[Stored data]
import { findingKeyOf } from "./internals/finding-key";
import type { FindingLike } from "./types";

/** The error findings (in order) that no waiver covers; warnings and infos never block a baseline. */
export function unwaivedErrors<F extends FindingLike>(findings: readonly F[], waivedKeys: readonly string[]): F[] {
  const waived = new Set(waivedKeys);
  return findings.filter((f) => f.severity === "error" && !waived.has(findingKeyOf(f)));
}
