import { itemRoutes } from "@/server/workspace/entity-routes";

const routes = itemRoutes("chains");
export const GET = routes.GET;
export const PATCH = routes.PATCH;
export const DELETE = routes.DELETE;
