"use client";

import { useMutation, useQuery, useQueryClient } from "@tanstack/react-query";
import type { ScheduleUpdateInput } from "@/schemas/workspace-schedule";
import { api, apiFetch, sendJson } from "./api";
import { missionKeys } from "./keys";
import { invalidateMission } from "./missions";
import type { MutationRevision } from "./types";

/** A laser pair's observation schedule as `GET …/lasers/{id}/schedule` answers it. */
export interface LaserSchedule {
  laserId: string;
  laserKey: string;
  version: number;
  schedule: {
    cycleMs: number;
    retuneMs: number;
    retuneMsPerGHz: number;
    relockMs: number;
    dwells: { chainId: string; chainKey: string; dwellMs: number }[];
  } | null;
}

const schedulePath = (missionId: string, laserId: string) => `${api.item(missionId, "lasers", laserId)}/schedule`;

export function useScheduleQuery(missionId: string, laserId: string) {
  return useQuery({
    queryKey: [...missionKeys.detail(missionId), "schedule", laserId] as const,
    queryFn: async () => apiFetch<LaserSchedule>(schedulePath(missionId, laserId)),
  });
}

/** Replace (or remove, with `schedule: null`) a laser pair's schedule: a new revision the server checks. */
export function useScheduleMutation(missionId: string, laserId: string) {
  const qc = useQueryClient();
  return useMutation({
    mutationFn: async (input: ScheduleUpdateInput) =>
      sendJson<LaserSchedule & Required<MutationRevision>>(schedulePath(missionId, laserId), "PUT", input),
    onSettled: () => invalidateMission(qc, missionId),
  });
}
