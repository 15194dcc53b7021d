import { describe, expect, it } from "vitest";
import fc from "fast-check";
import { applyChannelEdit } from "./optimistic";
import type { Channel } from "./types";

const ch = (id: string, centerGHz: number): Channel => ({
  id,
  version: 1,
  key: id,
  name: id,
  chainId: "c",
  centerGHz,
  bandwidthMHz: 10,
  dsbOffsetGHz: null,
  integrationMs: 10,
  antennaK: 250,
  receiverK: 5000,
  gainStability: 0,
  requiredNedtK: null,
  ifFilter: "slot",
  centreToleranceMHz: null,
  receiverKSource: "entered",
});

describe("applyChannelEdit", () => {
  it("changes only the edited channel and keeps the stored version", () => {
    const out = applyChannelEdit([ch("a", 183.31), ch("b", 118.75)], "b", { centerGHz: 119, version: 7 });
    expect(out[0]).toEqual(ch("a", 183.31));
    expect(out[1]?.centerGHz).toBe(119);
    expect(out[1]?.version).toBe(1);
  });
  it("leaves the list unchanged for an unknown id and never changes its length", () => {
    fc.assert(
      fc.property(fc.array(fc.double({ min: 1, max: 400, noNaN: true }), { maxLength: 8 }), (centres) => {
        const list = centres.map((c, i) => ch(`c${i}`, c));
        const out = applyChannelEdit(list, "nope", { centerGHz: 1 });
        expect(out).toEqual(list);
        expect(applyChannelEdit(list, "c0", { centerGHz: 1 })).toHaveLength(list.length);
      }),
    );
  });
});
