import { describe, expect, it } from "vitest";
import fc from "fast-check";
import Papa from "papaparse";
import { auditCsv, AUDIT_CSV_HEADER, type AuditCsvRow } from "./audit-csv";

const row = (over: Partial<AuditCsvRow> = {}): AuditCsvRow => ({
  at: new Date("2026-12-01T10:00:00.000Z"),
  actorName: "Ada",
  actorId: "u1",
  missionName: "Demo sounder",
  missionId: "m1",
  action: "review-submit",
  entity: "revision 3",
  summary: "Submitted revision 3 for review",
  revisionBefore: 3,
  revisionAfter: 3,
  ...over,
});

describe("auditCsv", () => {
  it("header and one quoted line (RFC 4180)", () => {
    expect(auditCsv([row({ summary: 'said "ok", then left' })])).toBe(
      `${AUDIT_CSV_HEADER.join(",")}\r\n2026-12-01T10:00:00.000Z,Ada,u1,Demo sounder,m1,review-submit,revision 3,"said ""ok"", then left",3,3\r\n`,
    );
  });
  it("formula-looking text is defused and nulls are empty", () => {
    const csv = auditCsv([
      row({ actorName: "=HYPERLINK(1)", missionName: null, missionId: null, revisionBefore: null }),
    ]);
    expect(csv.split("\r\n")[1]).toBe(
      "2026-12-01T10:00:00.000Z,'=HYPERLINK(1),u1,,,review-submit,revision 3,Submitted revision 3 for review,,3",
    );
  });
  it("property: an independent CSV parser (papaparse) reads back every field", () => {
    const text = fc.string({ maxLength: 20 });
    fc.assert(
      fc.property(fc.array(fc.record({ actorName: text, summary: text, entity: text }), { maxLength: 5 }), (parts) => {
        const rows = parts.map((p) => row(p));
        const parsed = Papa.parse<string[]>(auditCsv(rows), { delimiter: ",", newline: "\r\n", skipEmptyLines: false });
        const data = parsed.data.filter((r) => !(r.length === 1 && r[0] === ""));
        expect(data[0]).toEqual([...AUDIT_CSV_HEADER]);
        expect(data).toHaveLength(rows.length + 1);
        rows.forEach((r, i) => {
          const undo = (s: string) => (s.startsWith("'") ? s.slice(1) : s);
          expect(undo(data[i + 1]![1]!)).toBe(r.actorName);
          expect(undo(data[i + 1]![6]!)).toBe(r.entity);
          expect(undo(data[i + 1]![7]!)).toBe(r.summary);
        });
      }),
    );
  });
});
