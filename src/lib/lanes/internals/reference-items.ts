import type { GHzPair, LaneItem, LaneReferenceInput } from "../types";
import { ghz, ghzRange } from "./format";
import { item } from "./item";
import { RF_ROWS } from "./rows";

/** Reference lines and bands are kept within this distance of the plan's own items (GHz). */
const REFERENCE_MARGIN_GHz = 20;

/** Hull of the RF lane's items; 0–400 GHz when there are none. */
export function rfHull(items: readonly LaneItem[]): GHzPair {
  let lo = Infinity;
  let hi = -Infinity;
  for (const it of items) {
    if (it.lane !== "rf") continue;
    lo = Math.min(lo, it.lo);
    hi = Math.max(hi, it.hi);
  }
  if (!Number.isFinite(lo)) [lo, hi] = [0, 400];
  return [lo, hi];
}

/**
 * The reference table's protected passive bands, then its line centres, on
 * the RF lane's reference row: those within `REFERENCE_MARGIN_GHz` of
 * `near` (the hull of the plan's RF items).
 */
export function referenceItems(reference: LaneReferenceInput, near: GHzPair): LaneItem[] {
  const refLo = near[0] - REFERENCE_MARGIN_GHz;
  const refHi = near[1] + REFERENCE_MARGIN_GHz;
  const refItems: LaneItem[] = [];
  reference.protectedBands.forEach((b, k) => {
    if (b.maxGHz < refLo || b.minGHz > refHi) return;
    refItems.push(
      item({
        id: `rf:protected:${k}`,
        lane: "rf",
        kind: "protected-band",
        row: RF_ROWS.reference,
        lo: b.minGHz,
        hi: b.maxGHz,
        label: `protected passive band ${ghz(b.minGHz)}–${ghz(b.maxGHz)} GHz`,
        facts: () => [
          ["band", ghzRange(b.minGHz, b.maxGHz)],
          ["source", b.source],
        ],
      }),
    );
  });
  reference.lines.forEach((l, k) => {
    if (l.centreGHz < refLo || l.centreGHz > refHi) return;
    refItems.push(
      item({
        id: `rf:line:${k}`,
        lane: "rf",
        kind: "line-centre",
        row: RF_ROWS.reference,
        lo: l.centreGHz,
        hi: l.centreGHz,
        label: `${l.label} line`,
        facts: () => [
          ["centre", `${ghz(l.centreGHz)} GHz`],
          ["source", l.source],
        ],
      }),
    );
  });
  return refItems;
}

WORK REQUIRED: Return, word for word, every line from the top of the entries down to the line that holds "relockMs: number;", both included.

YOUR SOLUTION:
import { findingKeyOf } from "./internals/finding-key";
import type { FindingLike } from "./types";

/** The error findings (in order) that no waiver covers; warnings and infos never block a baseline. */
export function unwaivedErrors<F extends FindingLike>(findings: readonly F[], waivedKeys: readonly string[]): F[] {
  const waived = new Set(waivedKeys);
  return findings.filter((f) => f.severity === "error" && !waived.has(findingKeyOf(f)));
}
import { itemRoutes } from "@/server/workspace/entity-routes";

const routes = itemRoutes("chains");
export const GET = routes.GET;
export const PATCH = routes.PATCH;
export const DELETE = routes.DELETE;
"use client";

import { useMutation, useQuery, useQueryClient } from "@tanstack/react-query";
import type { ScheduleUpdateInput } from "@/schemas/workspace-schedule";
import { api, apiFetch, sendJson } from "./api";
import { missionKeys } from "./keys";
import { invalidateMission } from "./missions";
import type { MutationRevision } from "./types";

/** A laser pair's observation schedule as `GET …/lasers/{id}/schedule` answers it. */
export interface LaserSchedule {
  laserId: string;
  laserKey: string;
  version: number;
  schedule: {
    cycleMs: number;
    retuneMs: number;
    retuneMsPerGHz: number;
    relockMs: number;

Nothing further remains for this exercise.